___ EXTRACTED MATERIAL

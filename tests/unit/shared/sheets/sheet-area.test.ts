import { describe, expect, it } from 'vitest'
import type { Area } from '@shared/api/sheets'
import { sheetProjection } from '@shared/geometry/projection'
import { sheetArea } from '@shared/sheets/sheet-area'
import type { XY } from '@shared/units'

const utm = (zone: number) => `+proj=utm +zone=${zone} +datum=WGS84 +units=m +no_defs`
const areaIn = (definition: string, area: Area, scale = 24_000) =>
  sheetArea(area, sheetProjection(definition), definition, scale)
const quad: Area = { by: 'degrees', west: -29.9, south: 47.6, east: -29.75, north: 47.7 }

function ringOf(definition: string, area: Area, scale?: number): XY[] {
  const found = areaIn(definition, area, scale)
  if (found.outcome === 'refused') throw new Error(found.reason)
  return found.neatline
}
const signedArea = (ring: readonly XY[]): number =>
  ring.slice(1).reduce((sum, [x, y], index) => {
    const [fromX, fromY] = ring[index] ?? [x, y]
    return sum + (fromX * y - x * fromY) / 2
  }, 0)

describe('sheetArea', () => {
  it('makes a rectangle of the grid from metres', () => {
    const area: Area = { by: 'metres', west: 284_000, south: 5_278_000, east: 294_000, north: 5_289_000 }
    expect(ringOf(utm(26), area)).toEqual([
      [284_000, 5_278_000],
      [294_000, 5_278_000],
      [294_000, 5_289_000],
      [284_000, 5_289_000],
      [284_000, 5_278_000],
    ])
  })

  it('follows parallels and meridians of an area in degrees', () => {
    const ring = ringOf(utm(26), quad)
    const projection = sheetProjection(utm(26))
    expect(ring[0]).toEqual(ring.at(-1))
    expect(ring.length).toBeGreaterThan(5)
    for (const corner of ring) {
      const [lon, lat] = projection.toLonLat(corner)
      const off = Math.min(
        ...[quad.west, quad.east].map((side) => Math.abs(lon - side)),
        ...[quad.south, quad.north].map((side) => Math.abs(lat - side)),
      )
      // The 1 mm grid is about a hundred-millionth of a degree.
      expect(off).toBeLessThan(2e-8)
    }
  })

  it('departs from the curve by less than 0.05 mm on the sheet, with more pieces on larger scales', () => {
    const coarse = ringOf(utm(26), quad, 250_000)
    const fine = ringOf(utm(26), quad, 5_000)
    expect(fine.length).toBeGreaterThan(coarse.length)
    const projection = sheetProjection(utm(26))
    const southern = fine
      .slice(0, -1)
      .filter((corner) => Math.abs(projection.toLonLat(corner)[1] - quad.south) < 2e-8)
    southern.slice(1).forEach((to, index) => {
      const from = southern[index] ?? to
      const middle: XY = [(from[0] + to[0]) / 2, (from[1] + to[1]) / 2]
      const offNorth = Math.abs(projection.toLonLat(middle)[1] - quad.south) * 111_000
      // 0.05 mm at 1:5 000 are 0.25 m.
      expect(offNorth).toBeLessThan(0.26)
    })
  })

  it('runs counter-clockwise', () => {
    expect(signedArea(ringOf(utm(26), quad))).toBeGreaterThan(0)
  })

  it('allows the zone beside', () => {
    expect(areaIn(utm(25), quad).outcome).toBe('ring')
    expect(areaIn(utm(27), quad).outcome).toBe('ring')
  })

  it.each([
    ['a zone on the other side of the world', utm(56), quad],
    ['a zone thirty degrees away', utm(31), quad],
    [
      'grid metres far outside',
      utm(26),
      { ...quad, by: 'metres', west: 6e6, south: 1e6, east: 6.01e6, north: 1.01e6 },
    ],
    [
      'grid metres beyond the pole',
      utm(26),
      { ...quad, by: 'metres', west: 4e5, south: 2e7, east: 4.1e5, north: 2.1e7 },
    ],
    [
      'a conic far from its parallels',
      '+proj=lcc +lat_0=46.5 +lon_0=3 +lat_1=49 +lat_2=44 +x_0=700000 +y_0=6600000 +ellps=GRS80 +units=m +no_defs',
      { by: 'degrees', west: 3, south: -20, east: 3.2, north: -19.8 },
    ],
  ] as [string, string, Area][])('refuses %s, with a sentence', (_, definition, area) => {
    const found = areaIn(definition, area)
    expect(found.outcome).toBe('refused')
    if (found.outcome === 'refused') expect(found.reason).toMatch(/^[A-Z].*\.$/)
  })
})
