import type { Millimetres } from '../units'

/** No ink of a symbol of a point lies further from its place: what is drawn round a view, and how far a margin must be. */
export const SYMBOL_REACH: Millimetres = 12
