import type { ItemOf } from '../items/item'
import {
  attitudePropertiesSchema,
  lineationPropertiesSchema,
  planeTypes,
  stationPropertiesSchema,
  type AttitudeProperties,
} from '../items/points'
import { attitudeCases, lineationCases, type AttitudeCase, type LineationCase } from './definition'
import { attitudes } from './definitions/attitudes'
import { lineations } from './definitions/lineations'
import { places } from './definitions/points'
import type { DisplayList } from './display-list'
import { attitudeCaseOf, attitudeSymbolOf, drawAttitude, type DrawnPlane } from './draw-attitude'
import { drawLineation, lineationCaseOf } from './draw-lineation'
import { drawPlace } from './draw-place'
import type { LegendPointKind, PointEntry } from './legend-entry'

/** Planes shown as samples: striking east-north-east, so that they lie along the row with mark and figure below. */
const samplePlanes: Record<AttitudeCase, { strike: number | null; dip: number; overturned: boolean }> = {
  inclined: { strike: 70, dip: 35, overturned: false },
  horizontal: { strike: null, dip: 0, overturned: false },
  vertical: { strike: 70, dip: 90, overturned: false },
  overturned: { strike: 70, dip: 75, overturned: true },
}

type Traits = Pick<AttitudeProperties, 'undulating' | 'topsKnown'>
const allTraits: readonly Traits[] = [false, true].flatMap((topsKnown) =>
  [false, true].map((undulating) => ({ undulating, topsKnown })),
)

/** What of a plane's traits its symbol shows. */
function shownTraits(plane: DrawnPlane): Traits {
  const symbol = attitudeSymbolOf(plane.type)
  return {
    undulating: Boolean(plane.undulating && symbol.undulating),
    topsKnown: Boolean(plane.topsKnown && symbol.topsKnown?.[attitudeCaseOf(plane)]),
  }
}

const traitWords = ({ undulating, topsKnown }: Traits): string[] => [
  ...(undulating ? ['undulating'] : []),
  ...(topsKnown ? ['tops known'] : []),
]

const attitudeId = (plane: DrawnPlane): string =>
  ['attitude', plane.type, attitudeCaseOf(plane), ...traitWords(shownTraits(plane))]
    .join('.')
    .replaceAll(' ', '-')

const attitudeEntries: PointEntry[] = attitudes.flatMap(({ type, title, cases, undulating, topsKnown }) =>
  allTraits
    .filter((traits) => (undulating || !traits.undulating) && (topsKnown || !traits.topsKnown))
    .flatMap((traits) =>
      attitudeCases
        .filter((attitudeCase) => cases[attitudeCase] !== undefined)
        .map((attitudeCase): PointEntry => {
          const properties = attitudePropertiesSchema.parse({
            type,
            ...samplePlanes[attitudeCase],
            ...traits,
          })
          const words = traitWords(traits)
          const isPen = words.length === 0 || (words.length === 1 && attitudeCase === 'inclined')
          return {
            id: attitudeId(properties),
            kind: 'attitude',
            group: 'points',
            title: [title, attitudeCase, ...words].join(', '),
            properties,
            ...(isPen ? {} : { onlyExplains: true }),
          }
        }),
    ),
)

/** Lines shown as samples: to the upper right, so that arrow and figure lie across the row. */
const sampleLines: Record<LineationCase, { trend: number | null; plunge: number }> = {
  plunging: { trend: 70, plunge: 25 },
  horizontal: { trend: 70, plunge: 0 },
  vertical: { trend: null, plunge: 90 },
}
/** A plane that lies along the row, and a line on it. */
const samplePlane = { strike: 60, dip: 40, overturned: false }
const sampleLineOnPlane = { trend: 105, plunge: 31 }

type DescribedLine = ItemOf<'lineation'>['properties']
const lineationId = (line: Pick<DescribedLine, 'type' | 'trend' | 'plunge' | 'plane'>): string =>
  ['lineation', line.type, line.plane ? `on-${line.plane.type}` : lineationCaseOf(line)].join('.')

const lineationEntries: PointEntry[] = lineations.flatMap(({ type, title }) => {
  const entry = (words: string, properties: DescribedLine, isPen: boolean): PointEntry => ({
    id: lineationId(properties),
    kind: 'lineation',
    group: 'points',
    title: `${title}${words}`,
    properties,
    ...(isPen ? {} : { onlyExplains: true }),
  })
  return [
    ...lineationCases.map((lineationCase) =>
      entry(
        `, ${lineationCase}`,
        lineationPropertiesSchema.parse({ type, ...sampleLines[lineationCase] }),
        lineationCase === 'plunging',
      ),
    ),
    ...planeTypes.map((plane) =>
      entry(
        ` on ${plane}`,
        lineationPropertiesSchema.parse({
          type,
          ...sampleLineOnPlane,
          plane: { type: plane, ...samplePlane },
        }),
        plane === 'foliation',
      ),
    ),
  ]
})

const SAMPLE_AZIMUTH = 60

const placeId = (type: string): string => (type === 'station' ? 'station' : `station.${type}`)

const placeEntries: PointEntry[] = places.map(({ type, title }) => ({
  id: placeId(type),
  kind: 'station',
  group: 'points',
  title,
  properties: stationPropertiesSchema.parse({ type }),
}))

/** Every entry of a point, in the order of the palette. */
export const pointEntries: readonly PointEntry[] = [...attitudeEntries, ...lineationEntries, ...placeEntries]

/** Id of the entry that explains a point. */
export function pointEntryIdOf(item: ItemOf<LegendPointKind>): string {
  switch (item.kind) {
    case 'attitude':
      return attitudeId(item.properties)
    case 'lineation':
      return lineationId(item.properties)
    case 'station':
      return placeId(item.properties.type)
  }
}

/** The sample of a point's entry, about its place. */
export function drawPointEntry(entry: PointEntry): DisplayList {
  switch (entry.kind) {
    case 'attitude':
      return drawAttitude(entry.properties, [0, 0], 0)
    case 'lineation':
      return drawLineation(entry.properties, [0, 0], 0)
    case 'station':
      // Its azimuth is only the sample's: a place that is drawn with this entry does not have one yet.
      return drawPlace({ ...entry.properties, azimuth: SAMPLE_AZIMUTH }, [0, 0], 0)
  }
}
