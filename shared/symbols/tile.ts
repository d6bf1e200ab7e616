import type { Millimetres } from '../units'
import type { Tile, TileMark } from './display-list'
import { mapPath } from './paths'
import { boundsOf } from './place-marks'

/** The marks of a block of cells, its corner at (0, 0): every repeat of every mark that reaches into the block, once. */
export function marksOverCells(tile: Tile, columns: number, rows: number): TileMark[] {
  return tile.marks.flatMap((mark) => {
    const box = boundsOf([{ ...mark, ink: 'black' }])
    if (!box) return []
    const across = repeats(box.x, box.width, tile.width, columns)
    const up = repeats(box.y, box.height, tile.height, rows)
    return up.flatMap((row) => across.map((column) => shifted(mark, column * tile.width, row * tile.height)))
  })
}

/** By how many cells a mark may be moved so that it still touches the block, along one direction. */
function repeats(from: Millimetres, length: Millimetres, cell: Millimetres, count: number): number[] {
  const first = Math.ceil(-(from + length) / cell)
  const last = Math.floor(count - from / cell)
  return Array.from({ length: Math.max(0, last - first + 1) }, (_, index) => first + index)
}

function shifted(mark: TileMark, dx: Millimetres, dy: Millimetres): TileMark {
  return dx === 0 && dy === 0 ? mark : { ...mark, path: mapPath(mark.path, ([x, y]) => [x + dx, y + dy]) }
}
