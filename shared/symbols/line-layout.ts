import type { MeasuredLine } from '../geometry/measured-line'
import type { Millimetres } from '../units'
import type { Decoration, LineEnd, LineSymbol } from './definition'
import { faultDip } from './definitions/faults'
import { placeHeads, type PlacedHead } from './draw-plunge'
import type { LineDrawing } from './line-drawing'
import { placeAlong, straightestPlace, straightPlaceNear, type Stretch } from './place-along'
import { placeQueries, queryRoom } from './place-queries'

/** A decoration in its place. */
export interface PlacedDecoration {
  /** Distance from the line's start. */
  at: Millimetres
  /** The end it stands near. */
  end: LineEnd
  /** Share of its full size; below 1 on a line too short for it. */
  scale: number
}

/** What stands where on a line. */
export interface LineLayout {
  heads: readonly PlacedHead[]
  /** The part that is stroked: all of it, but for arrowheads at its ends. */
  drawn: Stretch
  decorations: readonly PlacedDecoration[]
  /** Where the arrow of a fault's dip stands. */
  dipAt: Millimetres | undefined
  /** Middles of question marks. */
  queries: readonly Millimetres[]
}

/** Smallest share of its size in which a decoration is still drawn, on a line that is too short for the whole. */
const LEAST_SCALE = 0.6

/** Shares out a line: the arrowheads at its ends, the arrow of the dip at its middle, decorations, and question marks between
 *  them. Where there is no room for all, doubt must show before what the line is, and that before its dip.
 *  Depends on the whole line and nothing else, so that it is the same in every view, tile and print at one size. */
export function layOutLine(line: MeasuredLine, symbol: LineSymbol, drawing: LineDrawing): LineLayout {
  const heads = placeHeads(line, drawing.plunge ?? [])
  const lengthAt = (end: LineEnd, of: 'covers' | 'room') => heads.find((head) => head.end === end)?.[of] ?? 0
  const stretchBeside = (of: 'covers' | 'room'): Stretch => {
    const [first, last] = [lengthAt('start', of), lengthAt('end', of)]
    // On a line too short for both, what is left between them is nothing, but in the same place from either end.
    const fit = Math.min(1, line.length / Math.max(first + last, line.length))
    return [first * fit, line.length - last * fit]
  }
  const [drawn, within] = [stretchBeside('covers'), stretchBeside('room')]

  const decorate = (dipAt: Millimetres | undefined, taken: readonly Stretch[]) =>
    symbol.decoration ? placeDecoration(line, symbol.decoration, { within, taken, dipAt }) : []
  const middle = drawing.dip && middlePlace(line, within)
  const besideDip = decorate(middle, dipSpan(middle))
  const dipAt = symbol.decoration && besideDip.length === 0 ? undefined : middle
  const decorations = dipAt === middle ? besideDip : decorate(undefined, [])
  const layout = { heads, drawn, decorations, dipAt, queries: [] }
  if (drawing.identity === 'certain') return layout

  const size = symbol.decoration?.size ?? 0
  const taken = [...decorations.map(({ at, scale }) => around(at, size * scale)), ...dipSpan(dipAt)]
  const queries = placeQueries(line, { within, taken })
  if (queries.length > 0) return { ...layout, queries }
  const alone = placeQueries(line, { within: drawn, taken: [] })
  const queried = alone.map((at) => around(at, queryRoom(line, at)))
  return { ...layout, decorations: decorate(alone[0], queried), dipAt: undefined, queries: alone }
}

const dipSpan = (at: Millimetres | undefined): Stretch[] =>
  at === undefined ? [] : [around(at, faultDip.size)]

const around = (at: Millimetres, size: Millimetres): Stretch => [at - size / 2, at + size / 2]

/** The straight place nearest to the middle. */
function middlePlace(line: MeasuredLine, within: Stretch): Millimetres | undefined {
  const [from, to] = within
  const size = Math.min(faultDip.size, to - from)
  const slack = (to - from - size) / 2
  return (
    straightPlaceNear(line, (from + to) / 2, { size, bearingOver: faultDip.bearingOver, slack }) ??
    straightestPlace(line, { size, within })
  )
}

function placeDecoration(
  line: MeasuredLine,
  { size, placed, bearingOver }: Decoration,
  { within, taken, dipAt }: { within: Stretch; taken: readonly Stretch[]; dipAt: Millimetres | undefined },
): PlacedDecoration[] {
  const [from, to] = within
  const isAtEnds = 'fromEnds' in placed
  const scale = Math.min(1, (to - from) / (isAtEnds ? 2.5 * size : size))
  if (scale < LEAST_SCALE) return []
  const fitted = size * scale
  const nearest = (at: Millimetres): LineEnd => (at < (from + to) / 2 ? 'start' : 'end')
  if (!isAtEnds) {
    const sharing = {
      size: fitted,
      bearingOver,
      interval: placed.every,
      within,
      taken,
      even: dipAt !== undefined,
    }
    return placeAlong(line, sharing).map((at) => ({ at, end: nearest(at), scale }))
  }
  const inset = Math.max(fitted / 2, Math.min(placed.fromEnds, (to - from) / 4))
  const slack = Math.min(inset - fitted / 2, (to - from) / 2 - inset - fitted / 2)
  return [from + inset, to - inset].flatMap((middle, index): PlacedDecoration[] => {
    const half: Stretch = index === 0 ? [from, from + 2 * inset] : [to - 2 * inset, to]
    const at =
      straightPlaceNear(line, middle, { size: fitted, bearingOver, slack: Math.max(0, slack), taken }) ??
      straightestPlace(line, { size: fitted, within: half, taken })
    return at === undefined ? [] : [{ at, end: index === 0 ? 'start' : 'end', scale }]
  })
}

______

■ **EXERCISE INSTRUCTIONS**: Can you repeat, word for word, every line above from the one containing "const fit = Math.min(1, line.length" down to the one containing "const decorate = (dipAt: Millimetres", including both?

■ **OUTPUT FOR THIS TASK**:
    const fit = Math.min(1, line.length / Math.max(first + last, line.length))
    return [first * fit, line.length - last * fit]
  }
  const [drawn, within] = [stretchBeside('covers'), stretchBeside('room')]

  const decorate = (dipAt: Millimetres | undefined, taken: readonly Stretch[]) =>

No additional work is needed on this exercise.